This activity usually proves to be more effective if used with an individual child in a quiet and uninterrupted setting. I usually start the session with some discussion about the ‘big feeling’, which sneaks up on him from time to time. We talk about how annoying this is and how much better life would be if we could simply tell it (or him!) to go away: the problem being, of course, that we need to recognize ‘him’ before he pounces. By doing this it is as though the child and I have joined forces against the ‘big feeling’. I am on his side!
Most children then find it easy to visualize and draw this character. Depending on the child and situation, the enactment that follows can be both entertaining and empowering for a child.

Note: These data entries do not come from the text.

package raster

import (
	"errors"
	"fmt"
	"math"
	"strings"
)

// calibrate records the calibration on every band and, for CalibrateTOA,
// finds each band's coefficients in its product's MTL file and sets Scale
// and Offset so that stored*Scale + Offset is the top-of-atmosphere
// reflectance (see Calibrate):
//
//	rho = (M_rho*Q_cal + A_rho) / sin(theta_SE)
//	    = Q_cal * M_rho/sin(theta_SE) + A_rho/sin(theta_SE)
//
// (USGS "Landsat 8 (L8) Data Users Handbook", "Conversion to TOA
// Reflectance"). The two forms differ by rounding only, a few units in the
// last place of the terms.
func (s *Stack) calibrate(mode string, read func(string) (*MTL, error)) error {
	for i := range s.Bands {
		s.Bands[i].Calibration = mode
	}
	if mode != CalibrateTOA {
		return nil
	}
	for i := range s.Bands {
		b := &s.Bands[i]
		m, err := findMTL(b.Path, read)
		if err != nil {
			return fmt.Errorf("calibrate band %s to TOA reflectance: %w", b.Name, err)
		}
		s.addSideFile(m.Path)
		if strings.HasPrefix(strings.ToUpper(m.ProcessingLevel), "L2") {
			return fmt.Errorf("calibrate band %s to TOA reflectance: %s describes a Level-2 product (%s); TOA reflectance is computed from Level-1 digital numbers",
				b.Name, m.Path, m.ProcessingLevel)
		}
		_, base := splitPath(b.Path)
		id, _ := m.BandOf(base)
		mult, add, err := m.Reflectance(id)
		switch {
		case errors.Is(err, errNoReflectance):
			return fmt.Errorf("calibrate band %s to TOA reflectance: %s has no reflectance coefficients (REFLECTANCE_MULT_BAND_%s) for its Landsat band %s, not a reflective band (thermal?); select the reflective bands with --bands",
				b.Name, m.Path, id, id)
		case err != nil:
			return fmt.Errorf("calibrate band %s to TOA reflectance: %w", b.Name, err)
		}
		if b.Index != 1 {
			return fmt.Errorf("calibrate band %s to TOA reflectance: %s lists %s as Landsat band %s, but this is its band %d",
				b.Name, m.Path, base, id, b.Index)
		}
		if !(m.SunElevation > 0 && m.SunElevation <= 90) {
			return fmt.Errorf("calibrate band %s to TOA reflectance: %s: SUN_ELEVATION = %g: the sun is not above the horizon",
				b.Name, m.Path, m.SunElevation)
		}
		sin := math.Sin(m.SunElevation * math.Pi / 180)
		b.ReflMult, b.ReflAdd, b.SunElevation = mult, add, m.SunElevation
		b.Scale, b.Offset = mult/sin, add/sin
	}
	return nil
}
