package raster

import (
	"fmt"
	"image/color"
	"os"
	"path/filepath"
	"slices"
	"testing"
)

// TestClasses (issue 26): Spec.Classes gives every band of a class raster
// a raster attribute table read back by GDAL (ReadClasses), category names
// where the values are small codes and a colour table on a one-band Byte
// raster, in GeoTIFF and COG, kept in the .aux.xml beside the output.
// Expected: the classes written (known by construction), as GDAL's
// gdalinfo -json reports them.
func TestClasses(t *testing.T) {
	change := []Class{{0, "no change", color.RGBA{236, 236, 228, 255}}, {1, "change", color.RGBA{214, 40, 120, 255}}, {255, "nodata", color.RGBA{}}}
	steps := []Class{{0, "none", color.RGBA{236, 236, 228, 255}}, {1, "flagged", color.RGBA{230, 159, 0, 255}}, {2, "lasting", color.RGBA{0, 114, 178, 255}}, {255, "nodata", color.RGBA{}}}
	dates := []Class{{20200616, "2020-06-16", color.RGBA{227, 89, 51, 255}}, {20210614, "2021-06-14", color.RGBA{85, 15, 109, 255}}}
	tests := []struct {
		name       string
		dtype      string
		bands      int
		classes    []Class
		categories bool // GDAL category names expected
		palette    bool // a colour table expected
	}{
		{"change", "Byte", 1, change, true, true},
		{"steps", "Byte", 4, steps, true, false},
		{"first-change", "Int32", 1, dates, false, false},
	}
	dir := t.TempDir()
	for _, tc := range tests {
		for _, format := range []Format{GTiff, COG} {
			path := filepath.Join(dir, fmt.Sprintf("%s-%s.tif", tc.name, format))
			writeZeros(t, path, Spec{Grid: Grid{Width: 8, Height: 5}, Bands: tc.bands, DataType: tc.dtype, Classes: tc.classes, Format: format})
			what := fmt.Sprintf("%s (%s)", tc.name, format)
			got, err := ReadClasses(path)
			if err != nil {
				t.Fatal(err)
			}
			for b := range tc.bands {
				if !slices.Equal(got[b], tc.classes) {
					t.Errorf("%s band %d: classes %v, want %v", what, b+1, got[b], tc.classes)
				}
			}
			checkCategories(t, what, gdalinfo(t, path), tc.classes, tc.categories, tc.palette)
		}
	}
	left, _ := filepath.Glob(filepath.Join(dir, ".*"))
	if len(left) > 0 {
		t.Errorf("temporary files left: %v", left)
	}
}

// checkCategories checks gdalinfo's category names and colour table of
// every band against classes.
func checkCategories(t *testing.T, what string, info map[string]any, classes []Class, categories, palette bool) {
	t.Helper()
	for i, band := range info["bands"].([]any) {
		b := band.(map[string]any)
		cats, hasCats := b["categories"].([]any)
		ct, hasCT := b["colorTable"].(map[string]any)
		if hasCats != categories || hasCT != palette {
			t.Errorf("%s band %d: categories %v, colour table %v; want %v and %v", what, i+1, hasCats, hasCT, categories, palette)
			continue
		}
		for _, c := range classes {
			if hasCats && cats[c.Value] != c.Name {
				t.Errorf("%s band %d: category %d named %v, want %q", what, i+1, c.Value, cats[c.Value], c.Name)
			}
			if !hasCT {
				continue
			}
			// TIFF's palette holds no alpha (GDAL reads 255): the
			// attribute table and nodata carry transparency.
			e := ct["entries"].([]any)[c.Value].([]any)
			want := []any{float64(c.Colour.R), float64(c.Colour.G), float64(c.Colour.B), 255.0}
			if !slices.Equal(e, want) {
				t.Errorf("%s band %d: colour of %d is %v, want %v", what, i+1, c.Value, e, want)
			}
		}
	}
}

// TestClassesReplaceStaleAux: an .aux.xml left beside the target by an
// earlier file is replaced by the new output's, or removed when the new
// output has none, so that GDAL never reads another file's classes into
// it (known by construction).
func TestClassesReplaceStaleAux(t *testing.T) {
	dir := t.TempDir()
	path := filepath.Join(dir, "out.tif")
	stale := `<PAMDataset><PAMRasterBand band="1"><CategoryNames><Category>stale</Category></CategoryNames></PAMRasterBand></PAMDataset>`
	for _, classes := range [][]Class{{{Value: 1, Name: "new", Colour: color.RGBA{1, 2, 3, 255}}}, nil} {
		if err := os.WriteFile(path+".aux.xml", []byte(stale), 0o644); err != nil {
			t.Fatal(err)
		}
		writeZeros(t, path, Spec{Grid: Grid{Width: 4, Height: 4}, Bands: 1, DataType: "Byte", Classes: classes, Overwrite: true})
		got, err := ReadClasses(path)
		if err != nil {
			t.Fatal(err)
		}
		if !slices.Equal(got[0], classes) {
			t.Errorf("classes %v read back as %v", classes, got[0])
		}
		cats, _ := gdalinfo(t, path)["bands"].([]any)[0].(map[string]any)["categories"].([]any)
		if slices.Contains(cats, any("stale")) {
			t.Errorf("classes %v: the stale category names were read into the new file: %v", classes, cats)
		}
	}
}
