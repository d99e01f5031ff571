package raster

/*
#include <stdlib.h>
#include <cpl_conv.h>
#include <cpl_error.h>
#include <cpl_string.h>
#include <gdal.h>

// bandfoldValidateOption checks one KEY=VALUE creation option against the
// driver's list with GDAL's own validation, errors kept off stderr. It
// returns 0 when GDAL refuses it, with GDAL's message in *msg (free it with
// VSIFree). An unknown driver, or GDAL_VALIDATE_CREATION_OPTIONS=NO, lets
// every option through.
static int bandfoldValidateOption(const char *driver, const char *kv, char **msg) {
	GDALDriverH drv = GDALGetDriverByName(driver);
	if (drv == NULL || !CPLTestBool(CPLGetConfigOption("GDAL_VALIDATE_CREATION_OPTIONS", "YES"))) {
		return 1;
	}
	char *opts[2] = {(char *)kv, NULL};
	CPLPushErrorHandler(CPLQuietErrorHandler);
	CPLErrorReset();
	int ok = GDALValidateCreationOptions(drv, opts);
	if (!ok) {
		*msg = CPLStrdup(CPLGetLastErrorMsg());
	}
	CPLPopErrorHandler();
	return ok;
}
*/
import "C"

import (
	"cmp"
	"errors"
	"fmt"
	"io/fs"
	"os"
	"strings"
	"unsafe"

	"github.com/airbusgeo/godal"

	"bandfold/raster/output"
	"bandfold/tiles"
)

// Format is an output raster format.
type Format string

// Output formats.
const (
	GTiff Format = "gtiff" // tiled GeoTIFF, DEFLATE with predictor
	COG   Format = "cog"   // Cloud Optimized GeoTIFF through GDAL's COG driver
)

// ParseFormat checks a --format value.
func ParseFormat(s string) (Format, error) {
	switch f := Format(strings.ToLower(s)); f {
	case GTiff, COG:
		return f, nil
	}
	return "", specErr(ErrBadSpec, "format %q: want gtiff or cog", s)
}

// Spec describes a raster output.
type Spec struct {
	Grid
	Bands int
	// DataType is a GDAL type name: Byte, Int16, UInt16, Int32, Float32, Float64.
	DataType string
	// NoData, when set, is declared on every band.
	NoData *float64
	// Descriptions name the bands; Scales and Offsets, when set, are the
	// bands' scale/offset metadata.
	Descriptions    []string
	Scales, Offsets []float64
	// Metadata is written to the dataset's default metadata domain.
	Metadata map[string]string
	// BandMetadata, when set, holds items for each band's default metadata
	// domain.
	BandMetadata []map[string]string
	// Wavelengths, when set, are the bands' centre wavelengths and widths,
	// written as GDAL's convention has them (see Wavelength), in a COG in
	// the .aux.xml beside it (see keepWavelengths), and read back by
	// Stack.Wavelengths.
	Wavelengths []Wavelength
	// Classes, when set, name and colour the values of every band of a
	// class raster (change, steps, dates): each band gets a thematic
	// raster attribute table (columns value, name, red, green, blue,
	// alpha), GDAL category names when every value is from 0 to 255, and
	// a one-band Byte output also a colour table (TIFF's palette). A
	// GeoTIFF has no place for attribute tables and category names: GDAL
	// keeps them in an .aux.xml file beside it, which Commit moves beside
	// the output.
	Classes []Class
	// Colour marks a quicklook meant as colour: its 3 or 4 bands are
	// written as red, green, blue (and alpha), PHOTOMETRIC=RGB. Every other
	// output of more than one band is written PHOTOMETRIC=MINISBLACK, so
	// that GDAL reads band 1 as gray and the others as undefined: component
	// images, codes, steps and statistics are not colour images, and GDAL's
	// GeoTIFF driver would otherwise call any 3 or 4 Byte bands
	// red/green/blue/alpha (so that a value 0 in a fourth band shows as
	// transparent).
	Colour bool
	Format Format
	// Compress, when set, is the GeoTIFF compression (see BestCompression)
	// in place of DEFLATE, with the same predictor (in COG output too).
	Compress string
	// Categorical marks a raster of class codes: a COG's overviews take the
	// nearest value, not the average.
	Categorical bool
	// CreationOptions are KEY=VALUE options that override bandfold's
	// defaults (--co).
	CreationOptions []string
	Overwrite       bool
}

// Output is a raster being written under a temporary name beside its
// target (an output.File). Finish completes the file under that name,
// Commit moves it into place, Abort removes it. Write from one goroutine
// only.
type Output struct {
	file     *output.File
	ds       *godal.Dataset
	spec     Spec
	finished bool
	// bytes is the conversion buffer of a SignedByte output.
	bytes []byte
}

// SignedByte is the DataType of signed 8-bit integers, written (GDAL 3.6
// has no Int8) as Byte with the creation option PIXELTYPE=SIGNEDBYTE, the
// values stored in two's complement, and read back as -128..127.
const SignedByte = "Int8"

func dataType(name string) (godal.DataType, error) {
	if name == SignedByte {
		return godal.Byte, nil
	}
	for _, dt := range []godal.DataType{godal.Byte, godal.Int16, godal.UInt16, godal.Int32, godal.UInt32, godal.Float32, godal.Float64} {
		if strings.EqualFold(dt.String(), name) {
			return dt, nil
		}
	}
	return godal.Unknown, fmt.Errorf("unsupported output data type %q", name)
}
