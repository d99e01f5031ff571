package raster

import (
	"fmt"

	"github.com/airbusgeo/godal"
)

// FromPROJ returns the WKT of the CRS described by a PROJ string, such as a
// custom projection of invented data.
func FromPROJ(proj string) (string, error) {
	sr, err := godal.NewSpatialRefFromProj4(proj, errLogger)
	if err != nil {
		return "", fmt.Errorf("CRS %q: %w", proj, err)
	}
	defer sr.Close()
	return sr.WKT(errLogger)
}
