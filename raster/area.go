package raster

/*
#cgo pkg-config: proj
#cgo LDFLAGS: -lm
#include <math.h>
#include <stdlib.h>
#include <geodesic.h>
#include <ogr_api.h>

// bandfoldPolygonArea returns the area (m², positive) of the geodesic
// polygon through the n points (lon, lat), in degrees, on g: PROJ's
// geod_polygonarea (Karney 2013, §6), which closes the ring itself.
static double bandfoldPolygonArea(const struct geod_geodesic *g, double *lon, double *lat, int n) {
	double a = 0;
	geod_polygonarea(g, lat, lon, n, &a, NULL);
	return a < 0 ? -a : a;
}

// bandfoldRingArea returns the area (m², positive) of the ring of OGR
// geometry ring, its points longitude and latitude in degrees, as a
// geodesic polygon on g, leaving out the point that closes it. It returns
// -1 when out of memory.
static double bandfoldRingArea(const struct geod_geodesic *g, OGRGeometryH ring) {
	int n = OGR_G_GetPointCount(ring);
	if (n > 1 && OGR_G_GetX(ring, 0) == OGR_G_GetX(ring, n - 1) && OGR_G_GetY(ring, 0) == OGR_G_GetY(ring, n - 1)) {
		n--;
	}
	if (n < 3) {
		return 0;
	}
	double *lon = malloc(2 * n * sizeof(double));
	if (lon == NULL) {
		return -1;
	}
	double *lat = lon + n;
	for (int i = 0; i < n; i++) {
		lon[i] = OGR_G_GetX(ring, i);
		lat[i] = OGR_G_GetY(ring, i);
	}
	double a = bandfoldPolygonArea(g, lon, lat, n);
	free(lon);
	return a;
}

// bandfoldGeodesicArea returns the area (m²) of polygon or multipolygon
// geom in longitude and latitude: each polygon's outer ring less its
// holes. It returns -1 when out of memory.
static double bandfoldGeodesicArea(const struct geod_geodesic *g, OGRGeometryH geom) {
	OGRwkbGeometryType t = wkbFlatten(OGR_G_GetGeometryType(geom));
	if (t == wkbMultiPolygon) {
		double sum = 0;
		for (int i = 0; i < OGR_G_GetGeometryCount(geom); i++) {
			double a = bandfoldGeodesicArea(g, OGR_G_GetGeometryRef(geom, i));
			if (a < 0) {
				return -1;
			}
			sum += a;
		}
		return sum;
	}
	double sum = 0;
	for (int i = 0; i < OGR_G_GetGeometryCount(geom); i++) {
		double a = bandfoldRingArea(g, OGR_G_GetGeometryRef(geom, i));
		if (a < 0) {
			return -1;
		}
		sum += i == 0 ? a : -a;
	}
	return sum;
}

// bandfoldStripArea returns the area (m², positive) of block b of a row
// of cells as a geodesic polygon: the ring along the
// top line top[b*subx .. (b+1)*subx], down the inner points of side b+1,
// back along the bottom line and up the inner points of side b, each
// longitude and latitude in degrees, subyi inner points a side. It
// returns -1 when out of memory.
static double bandfoldStripArea(const struct geod_geodesic *g, int b, int subx, int subyi,
	const double *topLon, const double *topLat, const double *botLon, const double *botLat,
	const double *sideLon, const double *sideLat) {
	int most = 2 * (subx + 1) + 2 * subyi, n = 0, i = b * subx;
	double *lon = malloc(2 * most * sizeof(double));
	if (lon == NULL) {
		return -1;
	}
	double *lat = lon + most;
	for (int k = i; k <= i + subx; k++, n++) {
		lon[n] = topLon[k], lat[n] = topLat[k];
	}
	for (int k = (b + 1) * subyi; k < (b + 2) * subyi; k++, n++) {
		lon[n] = sideLon[k], lat[n] = sideLat[k];
	}
	for (int k = i + subx; k >= i; k--, n++) {
		lon[n] = botLon[k], lat[n] = botLat[k];
	}
	for (int k = b * subyi + subyi - 1; k >= b * subyi; k--, n++) {
		lon[n] = sideLon[k], lat[n] = sideLat[k];
	}
	double a = bandfoldPolygonArea(g, lon, lat, n);
	free(lon);
	return a;
}

// bandfoldEdge sets *s12 to the area between the geodesic from point 1 to
// point 2 and the equator (geod_geninverse's S12) and *dlon to its change
// of longitude, in (-180, 180].
static void bandfoldEdge(const struct geod_geodesic *g, double lon1, double lat1, double lon2, double lat2, double *s12, double *dlon) {
	geod_geninverse(g, lat1, lon1, lat2, lon2, NULL, NULL, NULL, NULL, NULL, NULL, s12);
	*dlon = remainder(lon2 - lon1, 360.0);
}

// bandfoldRowAreas fills area[b] (m²) for the blocks of a row of cells.
// The top line's edges (tS12, tLon, subx per block) come from the row
// above; the bottom line's (bS12, bLon) are computed here from its points,
// and so are the sides' (subyi inner points each). The area of a ring
// that does not go round a pole is the sum of the S12 of its edges, which
// is how geod_polygonarea computes it (Karney 2013, §6): summed here, every
// edge is measured once for the two cells that share it, which halves the
// work. A cell with a corner near a pole, or whose ring turns round one
// (its longitude changes do not sum to zero), is left to geod_polygonarea,
// which handles those. It returns -1 when out of memory.
static int bandfoldRowAreas(const struct geod_geodesic *g, int blocks, int subx, int subyi,
	const double *topLon, const double *topLat, const double *botLon, const double *botLat,
	const double *sideLon, const double *sideLat,
	const double *tS12, const double *tLon, double *bS12, double *bLon, double *sS12, double *sLon, double *area) {
	int m = blocks * subx, per = subyi + 1;
	for (int i = 0; i < m; i++) {
		bandfoldEdge(g, botLon[i], botLat[i], botLon[i + 1], botLat[i + 1], &bS12[i], &bLon[i]);
	}
	for (int j = 0; j <= blocks; j++) {
		double plon = topLon[j * subx], plat = topLat[j * subx];
		for (int k = 0; k < per; k++) {
			double qlon = k < subyi ? sideLon[j * subyi + k] : botLon[j * subx];
			double qlat = k < subyi ? sideLat[j * subyi + k] : botLat[j * subx];
			bandfoldEdge(g, plon, plat, qlon, qlat, &sS12[j * per + k], &sLon[j * per + k]);
			plon = qlon, plat = qlat;
		}
	}
	for (int b = 0; b < blocks; b++) {
		double sum = 0, turn = 0;
		int pole = 0;
		for (int i = b * subx; i < (b + 1) * subx; i++) {
			sum += tS12[i] - bS12[i];
			turn += tLon[i] - bLon[i];
			pole |= fabs(topLat[i]) > 89.9 || fabs(botLat[i]) > 89.9;
		}
		pole |= fabs(topLat[(b + 1) * subx]) > 89.9 || fabs(botLat[(b + 1) * subx]) > 89.9;
		for (int k = 0; k < per; k++) {
			sum += sS12[(b + 1) * per + k] - sS12[b * per + k];
			turn += sLon[(b + 1) * per + k] - sLon[b * per + k];
		}
		if (pole || fabs(turn) > 180) {
			area[b] = bandfoldStripArea(g, b, subx, subyi, topLon, topLat, botLon, botLat, sideLon, sideLat);
			if (area[b] < 0) {
				return -1;
			}
			continue;
		}
		area[b] = fabs(sum);
	}
	return 0;
}

// bandfoldDistance returns the geodesic distance (m) between two points
// given in degrees.
static double bandfoldDistance(const struct geod_geodesic *g, double lon1, double lat1, double lon2, double lat2) {
	double s12 = 0;
	geod_inverse(g, lat1, lon1, lat2, lon2, &s12, NULL, NULL);
	return s12;
}
*/
import "C"

import (
	"errors"
	"fmt"
	"math"

	"github.com/airbusgeo/godal"
)

// ErrNoCRS is returned when ground areas are asked of a grid or polygon
// without a CRS.
var ErrNoCRS = errors.New("no CRS: areas in pixels only")

const (
	// maxPiece is the longest ground distance (m) between consecutive
	// points of an edge taken to longitude and latitude: the geodesic
	// between them stands for the image of a straight edge of the source
	// CRS; the difference falls with the square of the piece's length. At
	// 1 km, measured: below 1e-9 of a cell's area on 30 m transverse
	// Mercator grids (against the integral of Snyder's scale factor) and
	// Lambert conformal conic ones (against pieces of 30 m), 5e-9 on
	// geographic grids up to 2° (against Snyder's closed form).
	maxPiece = 1e3
	// blockSpan is the ground width (m) of the columns sharing one area
	// value in a coarse grid: areas varying along a row are followed at
	// that step.
	blockSpan = 50e3
	// cellBlock is the default number of columns sharing one area value.
	cellBlock = 64
	// maxCellValues bounds the size of a CellAreas table (32 MiB).
	maxCellValues = 1 << 22
)

// geodesy takes coordinates of one CRS to longitude and latitude on the
// CRS's own ellipsoid and measures there with PROJ's geodesic routines
// (geodesic.h; Karney, "Algorithms for geodesics", J. Geodesy 87, 2013),
// through the PROJ library GDAL uses.
type geodesy struct {
	src, geo *godal.SpatialRef
	toGeo    *godal.Transform
	g        C.struct_geod_geodesic
}

func newGeodesy(crsWKT string) (*geodesy, error) {
	if crsWKT == "" {
		return nil, ErrNoCRS
	}
	src, err := godal.NewSpatialRefFromWKT(crsWKT, errLogger)
	if err != nil {
		return nil, fmt.Errorf("read CRS %s: %w", crsName(crsWKT), err)
	}
	e := &geodesy{src: src}
	a, errA := src.SemiMajor()
	b, errB := src.SemiMinor()
	if errA != nil || errB != nil || !(a > 0 && b > 0) {
		e.Close()
		return nil, fmt.Errorf("CRS %s: no ellipsoid", crsName(crsWKT))
	}
	C.geod_init(&e.g, C.double(a), C.double((a-b)/a))
	// Longitude and latitude on the same ellipsoid (no datum shift).
	if e.geo, err = godal.NewSpatialRefFromProj4(fmt.Sprintf("+proj=longlat +a=%.17g +b=%.17g +no_defs", a, b), errLogger); err != nil {
		e.Close()
		return nil, fmt.Errorf("CRS %s: geographic CRS: %w", crsName(crsWKT), err)
	}
	if e.toGeo, err = godal.NewTransform(src, e.geo, errLogger); err != nil {
		e.Close()
		return nil, fmt.Errorf("CRS %s to longitude and latitude: %w", crsName(crsWKT), err)
	}
	return e, nil
}

// Close releases the transform and spatial references.
func (e *geodesy) Close() {
	if e.toGeo != nil {
		e.toGeo.Close()
	}
	for _, sr := range []*godal.SpatialRef{e.geo, e.src} {
		if sr != nil {
			sr.Close()
		}
	}
}

// lonLat takes points of the CRS to longitude and latitude, in place.
func (e *geodesy) lonLat(xs, ys []float64) error {
	if err := e.toGeo.TransformEx(xs, ys, nil, nil); err != nil {
		return fmt.Errorf("to longitude and latitude: %w", err)
	}
	return nil
}

// distance returns the geodesic distance (m) between two points given in
// longitude and latitude.
func (e *geodesy) distance(lon1, lat1, lon2, lat2 float64) float64 {
	return float64(C.bandfoldDistance(&e.g, C.double(lon1), C.double(lat1), C.double(lon2), C.double(lat2)))
}

// area returns the ground area of a polygon or multipolygon g in the CRS,
// in m². g is transformed in place: its edges are first cut into pieces of
// at most maxPiece on the ground, then taken to longitude and latitude.
func (e *geodesy) area(g *godal.Geometry) (float64, error) {
	switch g.Type() {
	case godal.GTPolygon, godal.GTMultiPolygon, godal.GTPolygon25D, godal.GTMultiPolygon25D:
	default:
		return 0, fmt.Errorf("a %s is not a polygon", g.Name())
	}
	bb, err := g.Bounds()
	if err != nil {
		return 0, err
	}
	xs, ys := []float64{bb[0], bb[2]}, []float64{bb[1], bb[3]}
	if err := e.lonLat(xs, ys); err != nil {
		return 0, err
	}
	if ground := e.distance(xs[0], ys[0], xs[1], ys[1]); ground > maxPiece {
		C.OGR_G_Segmentize(geometryHandle(g), C.double(math.Hypot(bb[2]-bb[0], bb[3]-bb[1])*maxPiece/ground))
	}
	if err := g.Transform(e.toGeo, errLogger); err != nil {
		return 0, fmt.Errorf("to longitude and latitude: %w", err)
	}
	a := float64(C.bandfoldGeodesicArea(&e.g, geometryHandle(g)))
	if a < 0 {
		return 0, errors.New("out of memory")
	}
	return a, nil
}
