// TestFinishThenCommit: after Finish the temporary file is whole and
// readable by path; Commit then moves it into place, as COG too.
func TestFinishThenCommit(t *testing.T) {
	dir := t.TempDir()
	src, _ := Open([]string{defaultRaster().write(t, filepath.Join(dir, "in.tif"))})
	for _, format := range []Format{GTiff, COG} {
		out := filepath.Join(dir, "out-"+string(format)+".tif")
		o, err := Create(out, Spec{Grid: src.Grid, Bands: 1, DataType: "Float32", Format: format, Metadata: map[string]string{"K": "v"}})
		if err != nil {
			t.Fatal(err)
		}
		if err := o.Finish(); err != nil {
			t.Fatal(err)
		}
		// The metadata item was set by construction above.
		if md, err := ReadMetadata(o.Temp()); err != nil || md["K"] != "v" {
			t.Errorf("%s: temporary after Finish: %v %v", format, md, err)
		}
		if _, err := os.Stat(out); !errors.Is(err, os.ErrNotExist) {
			t.Errorf("%s: output in place before Commit", format)
		}
		if err := o.Commit(); err != nil {
			t.Fatal(err)
		}
		if md, err := ReadMetadata(out); err != nil || md["K"] != "v" {
			t.Errorf("%s: committed: %v %v", format, md, err)
		}
	}
	if left, _ := filepath.Glob(filepath.Join(dir, ".*tmp*")); len(left) > 0 {
		t.Errorf("temporary files left: %v", left)
	}
}

// TestCreationOptionsChecked: options GDAL's drivers do not accept are
// errors naming the option, checked with the real GDAL, before any file is
// made; an item without '=' too.
func TestCreationOptionsChecked(t *testing.T) {
	dir := t.TempDir()
	src, _ := Open([]string{defaultRaster().write(t, filepath.Join(dir, "in.tif"))})
	out := filepath.Join(dir, "sub", "out.tif")
	for _, c := range []struct {
		format Format
		co     string
		want   string // start of the message; GDAL's text follows
	}{
		{GTiff, "COMPRESS=NOPE", "output " + out + ": creation option COMPRESS=NOPE: "},
		{GTiff, "NO_SUCH_OPTION=1", "output " + out + ": creation option NO_SUCH_OPTION=1: "},
		{COG, "COMPRESS=NOPE", "output " + out + ": creation option COMPRESS=NOPE: "},
		{COG, "TILED=YES", "output " + out + ": creation option TILED=YES: "}, // a GTiff option, not COG's
		{GTiff, "COMPRESS", "output " + out + `: creation option "COMPRESS" is not KEY=VALUE`},
	} {
		_, err := Create(out, Spec{Grid: src.Grid, Bands: 1, DataType: "Float32", Format: c.format, CreationOptions: []string{c.co}})
		if err == nil || !strings.HasPrefix(err.Error(), c.want) || strings.Contains(err.Error(), "\n") {
			t.Errorf("%s %s: got %v, want %q...", c.format, c.co, err, c.want)
		}
	}
	if _, err := os.Stat(filepath.Join(dir, "sub")); !errors.Is(err, os.ErrNotExist) {
		t.Error("a refused output made its folder")
	}
	// Options GDAL accepts pass, for either driver.
	for _, c := range []struct {
		format Format
		co     string
	}{{GTiff, "COMPRESS=LZW"}, {COG, "COMPRESS=ZSTD"}} {
		o, err := Create(out, Spec{Grid: src.Grid, Bands: 1, DataType: "Float32", Format: c.format, CreationOptions: []string{c.co}})
		if err != nil {
			t.Errorf("%s %s: %v", c.format, c.co, err)
			continue
		}
		o.Abort()
	}
}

As Mr. Angry Man I sneak up on the child who is, for example, just beginning an argument with his parent/friend/teacher and dissolve in a heap when the child turns on me shouting ‘Go away’. Again most children find their ability to control this situation, as epitomized by my reaction, to be hugely funny as well as confidence building.
The Two Islands
The transition from primary to secondary school can be a time of great anxiety for many children. By creating an ‘as if’ scenario the child can explore his apprehension and find out what it is that he is afraid of. More importantly, he can also discover how he can help himself to make this transition by looking at what he may need to take with him, actually or metaphorically.
Many children, on crossing over to the future island and sitting there for a while, discover that it is nothing like as scary as they had imagined. Some children, having made the transition, do not even want to go back to the original island. I remember one child with whom I was working, having crossed backwards and forwards a few times, decided that he was even going to throw away the stepping stones as he ‘didn’t need them anymore’.
Of course, this activity does not only apply to transition between schools but can be used with any imminent change in a child’s life. It can also be helpful in addressing, retrospectively, a period in which there may have been numerous changes. With one little boy who had changed school, house and family on many occasions, we created an island for each stage of his life. He then sat on each island in turn and remembered at least one good thing to take from that island. Using soft toys to represent all the good things, he hopped via stepping-stones to his island of now. Surrounded by the toys and with a big beam on his face, he announced that he would need a bigger island because there were ‘too many good things to fit in’.